If you read the whole of the wonderful, moving article in which Radwan recounts this testimony, you will read how common the use of sexual violence against anti-regime protesters (and random sexual assaults on women in general) had been for several years, in Mubarak’s Egypt. You will also read how wonderful Radwan found the solidarity and respect that she and other female protesters experienced during the long, joyful hours they were able to spend inside Tahrir Square.
This is a really useful antidote to all the Islamophobia that’s been unleashed around the reports of the recent sexual assault on CBS correspondent Lara Logan by a mob of unknown affiliation in Cairo last week. For an excellent counter to all the Islamophobes’ argument, read this piece by Maya Mikdashi, also on Jadaliya.
Helena,
Your article insulting 80 Millions of Egyptians who are more suffer that your example.
However looks the west never learning and they as always arms the new friendly regimes in ME.
Egyptians replant there regime because their suffering socially and economically also from corruptions, today British PM visiting Egypt companion with 8 biggest UK Aram Companies selling arms to Egypt!!
Is this what people in Egypt waiting for?
Salah, really, read Dr.
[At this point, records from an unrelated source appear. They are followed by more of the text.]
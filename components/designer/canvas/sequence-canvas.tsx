"use client";
/**
 * The step graph on a React Flow canvas. The definition stays the source of truth: nodes and edges
 * are rebuilt from it; the canvas only keeps what React Flow measures (node sizes — without them it
 * drops edge handles on every rebuild) and positions while a drag is in progress (committed on drop
 * as one undoable move). Needs a ReactFlowProvider above it.
 */
import "@xyflow/react/dist/style.css";
import { useCallback, useLayoutEffect, useMemo, useRef, useState } from "react";
import {
  Background,
  BackgroundVariant,
  Controls,
  MiniMap,
  ReactFlow,
  type Connection,
  type EdgeChange,
  type NodeChange,
  type OnNodeDrag,
} from "@xyflow/react";
import { sameRef, type TransitionEdgeData } from "@/machines/graph";
import type { SequenceDefinition, SequenceLayout } from "@/machines/schema";
import { EMPTY_SELECTION, type Selection } from "../model/doc";
import { buildView } from "./build-view";
import type { CanvasDecorations } from "./decorations";
import { KIND_STYLES } from "./kind-style";
import { StepNode } from "./step-node";
import { TransitionEdgeView } from "./transition-edge";
import type { StepViewNode, TransitionViewEdge } from "./view-types";

// Module scope: new objects per render would make React Flow remount every node.
const nodeTypes = { step: StepNode };
const edgeTypes = { transition: TransitionEdgeView };
const NO_DECORATIONS: CanvasDecorations = {};

export interface SequenceCanvasProps {
  definition: SequenceDefinition;
  layout: SequenceLayout;
  editable: boolean;
  selection?: Selection;
  onSelectionChange?: (selection: Selection) => void;
  decorations?: CanvasDecorations;
  onMoveSteps?: (positions: Record<string, { x: number; y: number }>) => void;
  onConnect?: (source: string, target: string) => void;
  /** Show the overview map (worth it for larger sequences; it covers part of a small canvas). */
  minimap?: boolean;
  /** Accessible name of the canvas region. */
  label: string;
  testId?: string;
}

type Size = { width: number; height: number };

export function SequenceCanvas(props: SequenceCanvasProps) {
  const { definition, layout, editable, decorations = NO_DECORATIONS, onSelectionChange, onMoveSteps, onConnect } = props;
  const selection = props.selection ?? EMPTY_SELECTION;
  const [sizes, setSizes] = useState<Record<string, Size>>({});
  const [dragging, setDragging] = useState<Record<string, { x: number; y: number }>>({});
  // Node and edge selection changes arrive in separate callbacks within one click; chain them.
  const selectionRef = useRef(selection);
  useLayoutEffect(() => {
    selectionRef.current = selection;
  }, [selection]);

  const view = useMemo(
    () => buildView({ definition, layout, selection, decorations, editable }),
    [definition, layout, selection, decorations, editable],
  );
  const nodes = useMemo(
    () =>
      view.nodes.map((n) => ({
        ...n,
        position: dragging[n.id] ?? n.position,
        measured: sizes[n.id],
      })),
    [view.nodes, dragging, sizes],
  );

  const emitSelection = useCallback(
    (next: Selection) => {
      selectionRef.current = next;
      onSelectionChange?.(next);
    },
    [onSelectionChange],
  );

  const onNodesChange = useCallback(
    (changes: NodeChange<StepViewNode>[]) => {
      let sel = selectionRef.current;
      let selChanged = false;
      const newSizes: Record<string, Size> = {};
      const moved: Record<string, { x: number; y: number }> = {};
      for (const c of changes) {
        if (c.type === "dimensions" && c.dimensions) newSizes[c.id] = c.dimensions;
        else if (c.type === "position" && c.position && c.dragging) moved[c.id] = c.position;
        else if (c.type === "select") {
          const has = sel.steps.includes(c.id);
          if (c.selected && !has) sel = { ...sel, steps: [...sel.steps, c.id] };
          else if (!c.selected && has) sel = { ...sel, steps: sel.steps.filter((s) => s !== c.id) };
          else continue;
          selChanged = true;
        }
      }
      if (Object.keys(newSizes).length) setSizes((s) => ({ ...s, ...newSizes }));
      if (Object.keys(moved).length) setDragging((d) => ({ ...d, ...moved }));
      if (selChanged) emitSelection({ ...sel, setting: undefined });
    },
    [emitSelection],
  );

  const edgeRefs = useMemo(() => new Map(view.edges.map((e) => [e.id, (e.data as TransitionEdgeData).ref])), [view.edges]);

  const onEdgesChange = useCallback(
    (changes: EdgeChange<TransitionViewEdge>[]) => {
      let sel = selectionRef.current;
      let selChanged = false;
      for (const c of changes) {
        if (c.type !== "select") continue;
        const ref = edgeRefs.get(c.id);
        if (!ref) continue;
        const has = sel.transitions.some((r) => sameRef(r, ref));
        if (c.selected && !has) sel = { ...sel, transitions: [...sel.transitions, ref] };
        else if (!c.selected && has) sel = { ...sel, transitions: sel.transitions.filter((r) => !sameRef(r, ref)) };
        else continue;
        selChanged = true;
      }
      if (selChanged) emitSelection({ ...sel, setting: undefined });
    },
    [edgeRefs, emitSelection],
  );

  const onNodeDragStop: OnNodeDrag<StepViewNode> = useCallback(
    (_event, _node, dropped) => {
      const positions = Object.fromEntries(dropped.map((n) => [n.id, n.position]));
      // Cleared in the same batch as the parent's layout update, so nothing jumps back for a frame.
      setDragging({});
      onMoveSteps?.(positions);
    },
    [onMoveSteps],
  );

  const handleConnect = useCallback(
    (c: Connection) => {
      if (c.source && c.target) onConnect?.(c.source, c.target);
    },
    [onConnect],
  );

  return (
    <div className="relative h-full w-full" data-testid={props.testId ?? "sequence-canvas"} role="region" aria-label={props.label}>
      <ReactFlow<StepViewNode, TransitionViewEdge>
        nodes={nodes}
        edges={view.edges}
        nodeTypes={nodeTypes}
        edgeTypes={edgeTypes}
        onNodesChange={onNodesChange}
        onEdgesChange={onEdgesChange}
        onNodeDragStop={onNodeDragStop}
        onConnect={handleConnect}
        nodesDraggable={editable}
        nodesConnectable={editable}
        elementsSelectable
        edgesReconnectable={false}
        // Deleting goes through the editor's history (and its own shortcut), not React Flow's.
        deleteKeyCode={null}
        multiSelectionKeyCode={["Meta", "Control"]}
        selectionKeyCode="Shift"
        fitView
        fitViewOptions={{ padding: 0.18 }}
        minZoom={0.2}
        maxZoom={2.5}
        snapToGrid
        snapGrid={[8, 8]}
      >
        <Background variant={BackgroundVariant.Dots} gap={16} size={1} color="#c9d3d8" />
        <Controls showInteractive={false} position="bottom-left" />
        {props.minimap ? (
          <MiniMap
            pannable
            zoomable
            position="bottom-right"
            nodeColor={(n) => KIND_STYLES[(n as StepViewNode).data.meta.kind].fill}
            nodeStrokeColor={(n) => KIND_STYLES[(n as StepViewNode).data.meta.kind].stroke}
            ariaLabel="Overview of the sequence"
          />
        ) : null}
      </ReactFlow>
    </div>
  );
}
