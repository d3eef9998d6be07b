/** Node and edge data as the canvas draws them: the graph projection plus what decorates it. */
import type { Edge, Node } from "@xyflow/react";
import type { StepNodeData, TransitionEdgeData } from "@/machines/graph";

export type DiffStatus = "added" | "removed" | "changed";
export type ProblemLevel = "error" | "warning";

export type StepView = StepNodeData & {
  active: boolean;
  problem: ProblemLevel | null;
  problemCount: number;
  diff: DiffStatus | null;
  editable: boolean;
};

export type TransitionView = TransitionEdgeData & {
  problem: ProblemLevel | null;
  diff: DiffStatus | null;
  /** The transition the live preview took last (briefly emphasised). */
  live: boolean;
};

export type StepViewNode = Node<StepView, "step">;
export type TransitionViewEdge = Edge<TransitionView, "transition">;
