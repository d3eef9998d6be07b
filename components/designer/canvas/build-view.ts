/** Turn a definition, its layout and the decorations into the nodes and edges React Flow draws. */
import { MarkerType } from "@xyflow/react";
import { definitionToGraph, sameRef } from "@/machines/graph";
import type { SequenceDefinition, SequenceLayout } from "@/machines/schema";
import type { Selection } from "../model/doc";
import type { CanvasDecorations } from "./decorations";
import { edgeColour } from "./transition-edge";
import type { StepViewNode, TransitionViewEdge } from "./view-types";

export interface ViewInput {
  definition: SequenceDefinition;
  layout: SequenceLayout;
  selection: Selection;
  decorations: CanvasDecorations;
  editable: boolean;
}

export function buildView({ definition, layout, selection, decorations: d, editable }: ViewInput): {
  nodes: StepViewNode[];
  edges: TransitionViewEdge[];
} {
  const graph = definitionToGraph(definition, layout);
  const stepIds = new Set(graph.nodes.map((n) => n.id));
  const nodes: StepViewNode[] = graph.nodes.map((n) => {
    const problem = d.stepProblems?.[n.id];
    return {
      ...n,
      type: "step",
      selected: selection.steps.includes(n.id),
      ariaLabel: `${n.data.meta.kind} step ${n.id}${n.data.initial ? ", entry step" : ""}`,
      data: {
        ...n.data,
        active: d.activeStep === n.id,
        problem: problem?.level ?? null,
        problemCount: problem?.count ?? 0,
        diff: d.stepDiff?.[n.id] ?? null,
        editable,
      },
    };
  });
  const edges: TransitionViewEdge[] = [];
  for (const e of graph.edges) {
    // A transition to a step that does not exist has nowhere to be drawn; the problems panel lists it.
    if (!e.data || !stepIds.has(e.target)) continue;
    const data = {
      ...e.data,
      problem: d.edgeProblems?.[e.id] ?? null,
      diff: d.edgeDiff?.[e.id] ?? null,
      live: d.liveEdge === e.id,
    };
    const selected = selection.transitions.some((r) => sameRef(r, data.ref));
    edges.push({
      ...e,
      type: "transition",
      data,
      selected,
      ariaLabel: `transition from ${e.source} to ${e.target}`,
      markerEnd: { type: MarkerType.ArrowClosed, color: edgeColour(data, selected), width: 18, height: 18 },
    });
  }
  return { nodes, edges };
}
Radwan’s article, and my little blog post, more carefully. Neither she nor I were writing to insult “80 million Egyptians.” (I believe that she herself is Egyptian-American.) What she was noting was that this gang of pro-Mubarak thugs (baltagis) undertook a nasty sexual assault against her on the street– and that this was quite in line with what the Mubarak security services had been doing to demonstrators (esp. females) for many years– and that this attitude of attacking women in a sexual way had spread quite widely under Mubarak.
But the democracy demonstrators had restored respect for women in a v. important way during their actions. To me, that’s really good news. Under Mubarak, the streets of Cairo were quite hazardous for women.